6 Tools to Run Kubernetes Locally

6 Tools to Run Kubernetes Locally


4 min read

Kubernetes is a big and complicated technology and it clearly requires some time and dedication to wrap your head around. There is no vendor lock-in meaning it runs the same no matter which managed cloud platform you use it on. This means using it locally will be no different from using it on the cloud.

There are multiple tools for running Kubernetes on your local machine, but it basically boils down to two approaches on how it is done:

  1. running it from a single binary package
  2. running it as a container using Docker in Docker (DinD)

Kubernetes Marketplace

Before we move on to talk about all the tools, it will be beneficial if you installed arkade on your machine. It will help you get these tools with a single command.

curl -sLS https://get.arkade.dev | sudo sh


All of the tools listed here more or less offer the same feature, including but not limited to:

  1. Multi-Node cluster
  2. Persistent volumes
  3. Networking
  4. Certificates
  5. Bare-metal support
  6. Dashboard
  7. Kubernetes Versions
  8. Add-ons
  9. Cross-platform
  10. Tracks upstream Kubernetes

Single package binary

  • k3s K3s logo.png

    k3s is a lightweight Kubernetes distribution from Rancher Labs. It is specifically targeted for running on IoT and Edge devices, meaning it is a perfect candidate for your Raspberry Pi or a virtual machine.

    It comes with a single binary of mere <40 MB and takes as low as 500 MB of RAM.

    You can bootstrap k3s quickly using k3sup !

    arkade get k3sup
  • k0s k0s.png k0s is the latest entry on the block. By name, you might think it's a more stripped version of k3s, but it's an entirely different distribution from an entirely different company, called Mirantis. Contrary to the name, it comes in a larger binary of 150 MB+.

    It can be run as a binary or in DinD mode. k0s takes security seriously and out of the box, it meets the FIPS compliance. Although, a new distribution, k0s has reached the production-ready status, so there wouldn't be an issue for development usage.

    arkade get k0s
  • Microk8s Micro k8s.jpg MicroK8s is a Kubernetes distribution by Canonical, the company behind Ubuntu. You already saw this coming; it can only be installed using snap. It comes with loads of add-ons baked in like Fluentd, Grafana and Prometheus.

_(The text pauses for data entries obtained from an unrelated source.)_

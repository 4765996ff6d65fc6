/**
 * Partial Fourier transforms int_a^b f(u) e^{i s u} du of a density f at any frequency s for a cost that does not grow
 * with s: a Filon-type rule (Iserles & Norsett 2005, Proc. R. Soc. A 461, "Efficient quadrature of highly oscillatory
 * integrals using derivatives", sec. 1; Filon 1928). On each panel f is replaced by its interpolant of degree M - 1 at
 * the M Gauss-Legendre nodes, written in Legendre polynomials, and each P_n is integrated against the exponential
 * exactly by Bauer's expansion, int_{-1}^{1} P_n(x) e^{i w x} dx = 2 i^n j_n(w) (DLMF 18.17.19; j_n the spherical
 * Bessel functions). The error is that of the interpolant, |int (f - p) e^{isu}| <= int |f - p|, the same at every s.
 * With a bound of f on complex discs (opts.disc) it is derived per panel (Hermite's formula, ./filon-remainder.ts, and
 * the values' and coefficients' rounding, derivedFit below); without one it is measured at points between the nodes,
 * an estimate. Panels of negligible mass take the exact bound |int f e^{isu}| <= mass (the panel is then dropped).
 */
import { gaussLegendre } from "./quadrature";
import { glEnclosure } from "./gl-enclosure";
import { legendreTableError, panelRemainder } from "./filon-remainder";
import { besselErrors, EXTRA, M, sphericalBessel } from "./filon-bessel";

export { sphericalBessel };

/** what makes the rule's error derived (see oscillatoryIntegral) */
export interface FilonOptions {
  /** log of an upper bound on |f(z)| over |z - m| <= R (f continued analytically from the panel), Infinity if none */
  disc?: (m: number, R: number) => number;
  /** a bound on the error of the computed f(u) */
  fErr?: (u: number) => number;
  /** f(u) is evaluated at offset + u (the argument's rounding moves it by u |offset + u|) */
  offset?: number;
  /** how many times a panel may be halved to meet its error budget (default 10 with a disc, else 5) */
  maxDepth?: number;
}

/** the Gauss-Legendre nodes' enclosure on [-1, 1] (twice that on [0, 1]) */
let PR: { dx: number; tab: Float64Array; absX: Float64Array } | null = null;
const P_RULE = () => {
  if (PR) return PR;
  const R = rule();
  // x = 2 v - 1 adds u to the enclosure of v's node (doubled on [-1, 1]); the table's own exact errors
  PR = { dx: 2 * glEnclosure(M).dxMax + Number.EPSILON, tab: legendreTableError(R.x, R.P, M), absX: R.x.map(Math.abs) };
  return PR;
};

/** check points per panel for the interpolation error */
const CHECKS = 33;

interface Rule {
  x: Float64Array; // nodes on [-1, 1]
  w: Float64Array; // weights on [-1, 1]
  /** P_n(x_k) at [n * M + k] */
  P: Float64Array;
}
let RULE: Rule | null = null;
function rule(): Rule {
  if (RULE) return RULE;
  const g = gaussLegendre(M);
  const x = Float64Array.from(g.x, (v) => 2 * v - 1);
  const w = Float64Array.from(g.w, (v) => 2 * v);
  const P = new Float64Array(M * M);
  for (let k = 0; k < M; k++) {
    let p0 = 1;
    let p1 = x[k];
    P[k] = 1;
    if (M > 1) P[M + k] = p1;
    for (let n = 2; n < M; n++) {
      const p2 = ((2 * n - 1) * x[k] * p1 - (n - 1) * p0) / n;
      P[n * M + k] = p2;
      p0 = p1;
      p1 = p2;
    }
  }
  RULE = { x, w, P };
  return RULE;
}

/** Legendre series sum_n c_n P_n(x) by Clenshaw's recurrence. */
function legendreSum(c: Float64Array, off: number, x: number): number {
  let b1 = 0;
  let b2 = 0;
  for (let n = M - 1; n >= 1; n--) {
    // P_{n+1} = ((2n+1) x P_n - n P_{n-1}) / (n+1): Clenshaw with alpha_n = (2n+1) x / (n+1), beta_{n+1} = -(n+1)/(n+2)
    const b0 = c[off + n] + ((2 * n + 1) * x * b1) / (n + 1) - ((n + 1) * b2) / (n + 2);
    b2 = b1;
    b1 = b0;
  }
  return c[off] + x * b1 - 0.5 * b2;
}

export interface OscillatoryIntegral {
  /** int f(u) e^{i s u} du over the panels, into out[0] (re), out[1] (im) */
  at(s: number, out: Float64Array): void;
  /** bound on the absolute error of `at`, the same at every s, apart from the frequency's rounding (slope) */
  error: number;
  /** the frequency's rounding inside `at` moves its value by at most slope |s| */
  slope: number;
  /** number of panels the rule sums over (the cost of one frequency) */
  panels: number;
}
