export function pareto(alpha: number, xm: number): Node {
  // log(2 M), M = sqrt(2)^(alpha + 2), without forming M (it overflows past alpha ~ 2044)
  const log2M = Math.LN2 + (alpha + 2) * 0.5 * Math.LN2;
  const h = Math.min(0.15, (Math.PI * Math.PI) / 2 / (40 + log2M));
  const vLo = -40;
  const vHi = Math.log(45);
  const n = quadratureNodes(Math.ceil((vHi - vLo) / h) + 1, `the tail index alpha = ${alpha}`, "use a tail index up to 3e5 (a larger one is a point mass at the minimum to double precision).");
  const ev = new Float64Array(n);
  const wv = new Float64Array(n);
  for (let j = 0; j < n; j++) {
    const vv = vLo + j * h;
    ev[j] = Math.exp(vv);
    wv[j] = h * Math.exp(vv - ev[j]);
  }
  const q = alpha + 1;
  // the nodes below v = -40, v = -40 - k h (k = 1, 2, ...), built as far down as a call has needed
  const lowU: number[] = [];
  const lowW: number[] = [];
  const lowFor = (tau: number) => {
    const vNeed = Math.log(tau) - 40 - Math.log(Math.max(alpha, 1));
    if (!(vNeed < vLo)) return 0;
    const k = quadratureNodes(n + Math.ceil((vLo - vNeed) / h), `the pareto CF at t = ${tau / xm}`, "use a larger t.") - n;
    for (let j = lowU.length + 1; j <= k; j++) {
      const vv = vLo - j * h;
      const u = Math.exp(vv);
      lowU.push(u);
      lowW.push(h * Math.exp(vv - u));
    }
    return k;
  };
  // at complex tau = xm (x + i beta) the same rotated integral holds (the path direction i / tau stays in the
  // right half-plane); (1 + i u / tau) and the factor (i alpha / tau) e^{i tau} in complex arithmetic, with tau's
  // direction (cr, ci) = (tr, ti) / |tau| so that nothing squares a small |tau|
  const acc = new KahanComplex();
  const phiAt = (x: number, beta: number, out: Float64Array) => {
    const tr = xm * x;
    const ti = xm * beta;
    const tau = Math.hypot(tr, ti);
    const cr = tr / tau;
    const ci = ti / tau;
    acc.reset();
    if (!(tau > 40 + 3 * alpha && paretoSeries(alpha, tau, Math.atan2(ti, tr), out))) {
      const term = (u: number, w: number) => {
        const ut = u / tau;
        const wr = 1 + ut * ci;
        const wi = ut * cr;
        const mag = w * Math.exp(-0.5 * q * Math.log(wr * wr + wi * wi));
        const ph = -q * Math.atan2(wi, wr);
        acc.addPolar(mag, ph);
      };
      for (let j = lowFor(tau) - 1; j >= 0; j--) term(lowU[j], lowW[j]);
      for (let j = 0; j < n; j++) term(ev[j], wv[j]);
      out[0] = acc.re;
      out[1] = acc.im;
    }
    // multiply by i alpha conj(tau) / |tau|^2 = alpha (ti + i tr) / |tau|^2, then by e^{i tau} = e^{-ti} e^{i tr}
    const fr = (alpha * ci) / tau;
    const fi = (alpha * cr) / tau;
    const ar = out[0] * fr - out[1] * fi;
    const ai = out[0] * fi + out[1] * fr;
    const e = Math.exp(-ti);
    const c = Math.cos(tr) * e;
    const sn = Math.sin(tr) * e;
    out[0] = ar * c - ai * sn;
    out[1] = ar * sn + ai * c;
  };
  // equispaced t (the inversion's nodes): with u = tau r the same integral is a Laplace transform,
  // phi(t) = e^{i tau} i alpha int_0^inf e^{-tau r} (1 + i r)^{-alpha-1} dr, and with r = e^v the trapezoidal rule
  // of the same step h (the same strip and bound, on a shifted grid) has nodes that do not depend on tau: the sum
  // over j of h r_j (1 + i r_j)^{-alpha-1} exp(-tau r_j) goes to expSumArithmetic. Range: the part r < r_lo is below
  // alpha r_lo <= 1e-19; beyond r_hi, below alpha min(e^{-tau r_hi}/tau, r_hi^{-alpha}/alpha) <= 1e-19 at the
  // smallest tau.
  // damped (beta > 0): at tau = xm (t + i beta) the same Laplace form holds while Re(tau r) >= 0 on the rule's strip
  // |arg r| < pi/4, i.e. arg tau <= pi/4 (t >= beta), where |exp(-tau r)| <= 1 as at real tau: the same step and bound.
  // exp(-tau r_j) = exp(-xm t r_j) exp(-i xm beta r_j), the second factor folded into the weights (its phase rounds within
  // u xm beta r_j of a term of size exp(-xm t r_j) <= exp(-xm beta r_j): below u / e of |c_j|), and the prefactor
  // e^{i tau} = e^{i xm t} e^{-xm beta}.
  // `rect`: phi itself into re, im (no log: a Poisson compound takes it as it is)
  const logCfArithmetic = (t: Float64Array, re: Float64Array, im: Float64Array, beta = 0, rect = false) => {
    const K = t.length;
    const tauMin = xm * t[0];
    const rLo = 1e-19 / alpha;
    const rHi = Math.max(1, Math.min((Math.log(alpha / tauMin) + 19 * Math.LN10) / tauMin, Math.pow(1e19, 1 / alpha)));
    const v0 = Math.log(rLo);
    const m = Math.ceil((Math.log(rHi) - v0) / h) + 1;
    // extreme tail indices (range empty or too long): the rule per frequency
    if (!(m >= 2 && m <= MAX_QUADRATURE_NODES)) return rect ? rectPhi(beta, t, re, im) : fromPhi(t, re, im, (x, out) => phiAt(x, beta, out));
    const cRe = new Float64Array(m);
    const cIm = new Float64Array(m);
    const e = new Float64Array(m);
    for (let j = 0; j < m; j++) {
      const r = Math.exp(v0 + j * h);
      // (1 + i r)^{-q} = (1 + r^2)^{-q/2} e^{-i q atan r}, times e^{-i xm beta r}
      const mag = h * r * Math.exp(-0.5 * q * Math.log1p(r * r));
      const ph = -q * Math.atan(r) - xm * beta * r;
      cRe[j] = mag * Math.cos(ph);
      cIm[j] = mag * Math.sin(ph);
      e[j] = r;
    }
    // reused buffers (../damped-scratch.ts), read before this returns
    const sr = scratch("expSr", K);
    const si = scratch("expSi", K);
    expSumArithmetic(cRe, cIm, e, -xm, 0, t, sr, si);
    // times i alpha e^{i tau}
    if (!rect) return logFromSums(t, sr, si, re, im, Math.log(alpha) - xm * beta, Math.PI / 2, xm);
    const g = alpha * Math.exp(-xm * beta);
    for (let k = 0; k < K; k++) {
      const c = Math.cos(xm * t[k]);
      const s = Math.sin(xm * t[k]);
      // i (sr + i si) = -si + i sr
      re[k] = g * (-si[k] * c - sr[k] * s);
      im[k] = g * (-si[k] * s + sr[k] * c);
    }
  };
  const perFrequency = fromPhiDamped(phiAt);
  // phi at each t by its own rule (t < 0 by conjugation), rectangular
  const tmp = new Float64Array(2);
  const rectPhi = (beta: number, t: Float64Array, re: Float64Array, im: Float64Array) => {
    for (let k = 0; k < t.length; k++) {
      if ((k & 15) === 0) checkDeadline("cf-quadrature");
      phiAt(Math.abs(t[k]), beta, tmp);
      re[k] = tmp[0];
      im[k] = t[k] < 0 ? -tmp[1] : tmp[1];
    }
  };
  // the damped route's equispaced frequencies: those below beta (and t <= 0) per frequency, the rest by the fixed nodes
  const dampedLogCf = (beta: number, t: Float64Array, re: Float64Array, im: Float64Array) => {
    let k0 = 0;
    while (k0 < t.length && !(t[k0] > 0 && t[k0] >= beta)) k0++;
    const tail = t.subarray(k0);
    if (!(beta >= 0) || !arithmeticNodes(tail)) return perFrequency(beta, t, re, im);
    if (k0 > 0) perFrequency(beta, t.subarray(0, k0), re.subarray(0, k0), im.subarray(0, k0));
    logCfArithmetic(tail, re.subarray(k0), im.subarray(k0), beta);
  };
  // the same routes, phi rectangular (the prefactor's phase tau = xm t taken by cos and sin: within u tau, covered as above)
  const dampedCf = (beta: number, t: Float64Array, re: Float64Array, im: Float64Array) => {
    let k0 = 0;
    while (k0 < t.length && !(t[k0] > 0 && t[k0] >= beta)) k0++;
    const tail = t.subarray(k0);
    if (!(beta >= 0) || !arithmeticNodes(tail)) return rectPhi(beta, t, re, im);
    if (k0 > 0) rectPhi(beta, t.subarray(0, k0), re.subarray(0, k0), im.subarray(0, k0));
    logCfArithmetic(tail, re.subarray(k0), im.subarray(k0), beta, true);
  };
  // sum_j |c_j| ~ int_0^inf (1 + r^2)^{-q/2} dr = (sqrt(pi)/2) Gamma(alpha/2) / Gamma((alpha+1)/2) (DLMF 5.12.1 with
  // r^2 = s / (1 - s)), 1% added for the rule; times alpha for the prefactor, in logs (Gamma(alpha/2) ~ 2/alpha overflows
  // for alpha near the smallest doubles while alpha Gamma(alpha/2) stays near 2)
  const aSum = 1.01 * 0.5 * Math.sqrt(Math.PI) * Math.exp(Math.log(alpha) + lgamma(alpha / 2) - lgamma((alpha + 1) / 2));
  // Rounding (units of u, relative to each term): |1 + i u/tau|^2 and its log times q/2 (2 q + 4), the phase q atan2
  // (2 q pi/2), exp, cos, sin and the products (8); the prefactor and e^{i tau} (8, and the phase tau within u tau, which
  // |phi| <= alpha / tau turns into alpha u); then the sum of n terms, whose moduli times alpha / |tau| sum to at most
  // aSum as the integral does (ruleRounding); the fixed nodes' shortcuts (expSumArithmetic: 80 eps and e/25! of aSum) and,
  // damped, their folded phase (below u / e of each weight: one eps more)
  // the large-t series answers where its remainder (below its first omitted term, each factor (1 + i u/tau)^{-q-j} of
  // Watson's remainder at most 1 in modulus) is below 1e-16 of its sum times alpha / tau < 1/3
  const cfError =
    paretoRuleError(alpha, h) + 1e-16 / 3 + aSum * (2e-25 + 97 * Number.EPSILON) + ruleRounding(n + Math.ceil(710 / h), aSum, aSum * (16 + (2 + Math.PI) * q)) + alpha * Number.EPSILON;
  const raw = (m: number) => (alpha * xm ** m) / (alpha - m);
  return {
    kind: { type: "continuous" },
    momentIndex: alpha,
    tails: { left: Infinity, right: alpha },
    nodes: 1,
    notes: [`pareto CF computed by quadrature on a rotated contour (absolute error <= ${cfError.toPrecision(2)})`],
    cfAbsError: cfError,
    dampedLogCf,
    dampedCf,
    laplaceExpansion: paretoExpansion(alpha, xm),
    // density alpha xm^alpha x^(-alpha-1) on [xm, inf), sf (xm/x)^alpha (JKB vol. 1, ch. 20)
    severity: {
      name: "pareto",
      pdf: (x) => (x >= xm ? (alpha / xm) * Math.exp(-(alpha + 1) * Math.log(x / xm)) : 0),
      lo: xm,
      upper: (q) => xm * q ** (-1 / alpha),
      scale: xm,
      rootAtZero: 1,
      tailIndex: alpha,
    },
    location: alpha > 1 ? raw(1) : xm * 2 ** (1 / alpha),
    scale: alpha > 2 ? Math.sqrt(raw(2) - raw(1) ** 2) : xm,
    support: [xm, Infinity],
    logCf: (t, re, im) => (arithmeticNodes(t) ? logCfArithmetic(t, re, im) : fromPhi(t, re, im, (x, out) => phiAt(x, 0, out))),
    // E X^n = alpha xm^n / (alpha - n), n < alpha (JKB vol. 1, ch. 20)
    cumulants: (m) => rawToCumulants(cumulantList(m, alpha, raw)),
  };
}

    If you are on Ubuntu or its derivatives that uses snap you'll feel right at home using MicroK8s.

    sudo snap install microk8s --classic

Docker in Docker (DinD)

Running Docker inside of Docker (Inception anyone?) is a popular way of bootstrapping Kubernetes. The isolating nature of Docker makes running a multi-node cluster a breeze on a single machine, and also ensures the running instance does not affect the machine itself.

As the title suggests, you need to have Docker installed on your machine to go this route.

  • minikube Minikube.png Despite running on top of Docker and similar container technologies, minikube is really flexible in how it operates and supports multiple virtualization drivers making it adaptable to different computing environments. These include KVM2, Virtualbox, Podman, Hyperkit, Hyper-V and many more.

    arkade get minikube
  • KinD Kind.png Kubernetes in Docker (KinD) is similar to minikube but it does not spawn VM's to run clusters and works only with Docker. KinD for the most part has the least bells and whistles and offers an intuitive developer experience in getting started with Kubernetes in no time.

    arkade get kind
  • k3d k3d.png k3d is basically running k3s inside of Docker. It provides an instant benefit over using k3s on a local machine, that is, multi-node clusters. Running inside Docker, we can easily spawn multiple instances of our k3s Nodes.

    arkade get k3d


Either you choose a single binary package or DinD approach, Kubernetes has made itself pretty accessible. For new learners, the barrier to entry is low, and the feedback loop is instantaneous.

I hope this article has been helpful in deciding which tool to use for running your local Kubernetes instance.